3. Objective – Create, read, update, and delete data with Cosmos DB


1. From your Cosmos DB account, select Data Explorer on the left-hand side, then choose New
container. Enter the following configuration information. If not noted below, use the
defaults:

Database id: Create new, enter a name such as az300-training

Provision database throughput: Checked


Leave the default setting of Manual and 400 RUs. Note the (currently) preview option
for Autopilot that gives you the option to define maximum RUs instead.

Container id: training

Partition key: /course

2. When ready, select OK.


3. The Data Explorer updates to show your az300-training container. Select it to expand the
menu. On the Scale menu, you can change the number of RUs to assign.
4. If you expand on training, you can then select Items, and note the options for things like
Stored Procedures or User Defined Functions.

You can add a New item or Upload item. Items are provided in JSON format, and there’s no
defined schema as with a traditional SQL database.

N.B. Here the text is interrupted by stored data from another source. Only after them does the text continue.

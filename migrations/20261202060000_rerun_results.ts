import { sql, type Kysely } from 'kysely';

// Results of screened reruns (the neutral recomputed with beta = 1/epsilon - alpha): typed by hand or
// read from uploaded engine outputs. IP_s ~ -eps_HOMO and EA_s ~ -eps_LUMO of that run.
export async function up(db: Kysely<any>): Promise<void> {
	await db.schema
		.createTable('rerun_result')
		.addColumn('id', 'uuid', (c) => c.primaryKey().defaultTo(sql`gen_random_uuid()`))
		.addColumn('workspace_id', 'uuid', (c) => c.references('workspace.id').onDelete('cascade').notNull())
		.addColumn('polymorph_id', 'uuid', (c) => c.references('polymorph.id').onDelete('cascade').notNull())
		.addColumn('epsilon', 'double precision', (c) => c.notNull().check(sql`epsilon >= 1`))
		.addColumn('alpha', 'double precision', (c) => c.notNull())
		.addColumn('gamma_bohr_inv', 'double precision', (c) => c.notNull())
		.addColumn('homo_hartree', 'double precision', (c) => c.notNull())
		.addColumn('lumo_hartree', 'double precision')
		.addColumn('source', 'text', (c) => c.notNull().check(sql`source in ('typed', 'engine-output')`))
		.addColumn('file_name', 'text')
		.addColumn('created_by', 'uuid', (c) => c.references('User.id').onDelete('set null'))
		.addColumn('created_at', 'timestamptz', (c) => c.notNull().defaultTo(sql`now()`))
		.execute();
	await db.schema.createIndex('rerun_result_polymorph_idx').on('rerun_result').columns(['workspace_id', 'polymorph_id']).execute();
}

export async function down(db: Kysely<any>): Promise<void> {
	await db.schema.dropTable('rerun_result').execute();
}
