// Records against the real PostgreSQL (the integration database made fresh by npm test):
// migrations from empty, optimistic concurrency, transactions, activity log.
import { sql, type Migration, Migrator } from 'kysely';
import { afterAll, beforeAll, describe, expect, it } from 'vitest';
import { createDb, type Db } from '../../src/lib/server/db/create-db';
import { migrateToLatest, RecordMigrationProvider } from '../../src/lib/server/db/migrate';
import { DependentsError, StaleVersionError, ValidationError } from '../../src/lib/server/errors';
import { listActivity } from '../../src/lib/server/repo/activity';
import { createMolecule, deleteMolecule, getMolecule, updateMolecule } from '../../src/lib/server/services/molecules';
import { createPolymorph, getPolymorph } from '../../src/lib/server/services/polymorphs';
import { signUp } from '../../src/lib/server/services/accounts';
import { requireEnv } from './http-helpers';
import { WATER_XYZ } from './fixtures';

const migrations = import.meta.glob<Migration>('/migrations/*.ts', { eager: true });
const modules = Object.fromEntries(Object.entries(migrations).map(([f, m]) => [f.replace(/^.*\/|\.ts$/g, ''), m]));
let db: Db;

beforeAll(async () => {
	db = createDb(requireEnv('DATABASE_URL'), { max: 4 });
	await sql`drop schema public cascade; create schema public`.execute(db);
});
afterAll(async () => db?.destroy());

describe('migrations', () => {
	it('run up from an empty database, down to nothing, and up again', async () => {
		const applied = await migrateToLatest(db, modules);
		expect(applied).toEqual(Object.keys(modules).sort());
		const tables = await sql<{ t: string }>`select table_name as t from information_schema.tables where table_schema = 'public'`.execute(db);
		expect(tables.rows.map((r) => r.t)).toEqual(expect.arrayContaining(['User', 'workspace', 'membership', 'molecule', 'polymorph', 'activity', 'invitation']));
		const migrator = new Migrator({ db, provider: new RecordMigrationProvider(modules) });
		for (let i = 0; i < applied.length; i++) {
			const { error } = await migrator.migrateDown();
			expect(error).toBeUndefined();
		}
		expect(await migrateToLatest(db, modules)).toHaveLength(applied.length);
	});
});

describe('molecule and polymorph records', () => {
	let actor: { userId: string; workspaceId: string; role: 'owner' };
	beforeAll(async () => {
		const u = await signUp(db, { email: `rec-${Date.now()}@example.test`, password: 'long-enough-password', name: 'Rec' });
		actor = { userId: u.userId, workspaceId: u.workspaceId, role: 'owner' };
	});
	const input = { name: 'Water', formula: '', netCharge: 0, multiplicity: 1, geometryXyz: WATER_XYZ, smiles: '', notes: '' };

	it('derives the formula from the geometry and logs the creation', async () => {
		const m = await createMolecule(db, actor, input);
		expect(m.formula).toBe('H2O');
		expect(m.atomCount).toBe(3);
		const log = await listActivity(db, actor.workspaceId, { entityIds: [m.id] });
		expect(log[0].summary).toContain('created molecule Water');
	});

	it('refuses a stale edit and overwrites nothing', async () => {
		const m = await createMolecule(db, actor, { ...input, name: 'Stale test' });
		await updateMolecule(db, actor, m.id, m.version, { notes: 'first edit' });
		await expect(updateMolecule(db, actor, m.id, m.version, { notes: 'second edit from an old page' })).rejects.toBeInstanceOf(StaleVersionError);
		const now = await getMolecule(db, actor.workspaceId, m.id);
		expect(now.notes).toBe('first edit');
		expect(now.version).toBe(m.version + 1);
		const log = await listActivity(db, actor.workspaceId, { entityIds: [m.id] });
		expect(log[0].before).toMatchObject({ notes: '' });
		expect(log[0].after).toMatchObject({ notes: 'first edit' });
	});

	it('a bad geometry stores nothing and names the line', async () => {
		const before = await db.selectFrom('molecule').select((eb) => eb.fn.countAll<number>().as('n')).executeTakeFirstOrThrow();
		const err = await createMolecule(db, actor, { ...input, geometryXyz: '3\nbad\nO 0 0 0\nH 0 0.7 zz\nH 0 -0.7 0\n' }).catch((e) => e);
		expect(err).toBeInstanceOf(ValidationError);
		expect(err.line).toBe(4);
		const after = await db.selectFrom('molecule').select((eb) => eb.fn.countAll<number>().as('n')).executeTakeFirstOrThrow();
		expect(Number(after.n)).toBe(Number(before.n));
	});

	it('refuses an impossible spin multiplicity', async () => {
		await expect(createMolecule(db, actor, { ...input, multiplicity: 2 })).rejects.toThrow(/multiplicity 2 is impossible with 10 electrons/);
	});

	it('computes cell volume and density for a polymorph and refuses deleting a molecule with polymorphs', async () => {
		const m = await createMolecule(db, actor, { ...input, name: 'Cell test' });
		// Orthorhombic 4.5 x 5.0 x 6.0 Å: V = 135 Å^3 (arithmetic); Z = 2 waters, M = 18.015 g/mol
		// (IUPAC standard atomic weights): rho = 2 x 18.015 / (6.02214076e23 x 135e-24) = 0.4432 g/cm^3.
		const p = await createPolymorph(db, actor, m.id, { label: 'test', spaceGroup: 'P1', a: 4.5, b: 5, c: 6, alphaDeg: 90, betaDeg: 90, gammaDeg: 90, z: 2, temperatureK: undefined, structureSource: '', notes: '' });
		const got = await getPolymorph(db, actor.workspaceId, p.id);
		expect(got.derived.volumeA3).toBeCloseTo(135, 9);
		expect(got.derived.volumePerMoleculeA3).toBeCloseTo(67.5, 9);
		expect(got.derived.densityGPerCm3!).toBeCloseTo(0.4432, 4);
		await expect(deleteMolecule(db, actor, m.id)).rejects.toBeInstanceOf(DependentsError);
	});

	it('records of another workspace are not found', async () => {
		const m = await createMolecule(db, actor, { ...input, name: 'Private' });
		const other = await signUp(db, { email: `other-${Date.now()}@example.test`, password: 'long-enough-password', name: 'O' });
		await expect(getMolecule(db, other.workspaceId, m.id)).rejects.toThrow(/not found/);
	});
});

Enter the following JSON item:


{

"id": "001",
"company": "o'reilly",
"course": "az-300 boot camp"
}

5. Select Save and note that Cosmos DB then adds additional data to the item. This data is
used to help query and retrieve data as needed.
6. Select you training container in the left-hand navigation window of the Data Explorer, select
the … menu option, and choose New SQL query
7. On line 1 of the query editor, enter the following query:

SELECT c.company,c.course FROM c

8. When ready, select Execute query. Only the company and course data is returned, not all
the additional data shown when you created the item. Queries in Cosmos DB, depending on
API used, are similar to regular SQL queries.
9. Go back to the Items menu, and select the 001 record you created. At the top, select Delete
and confirm you wish to delete the item.

Behind the scenes, the item create and delete requests are also replicated across the
geographies selected in the previous exercise.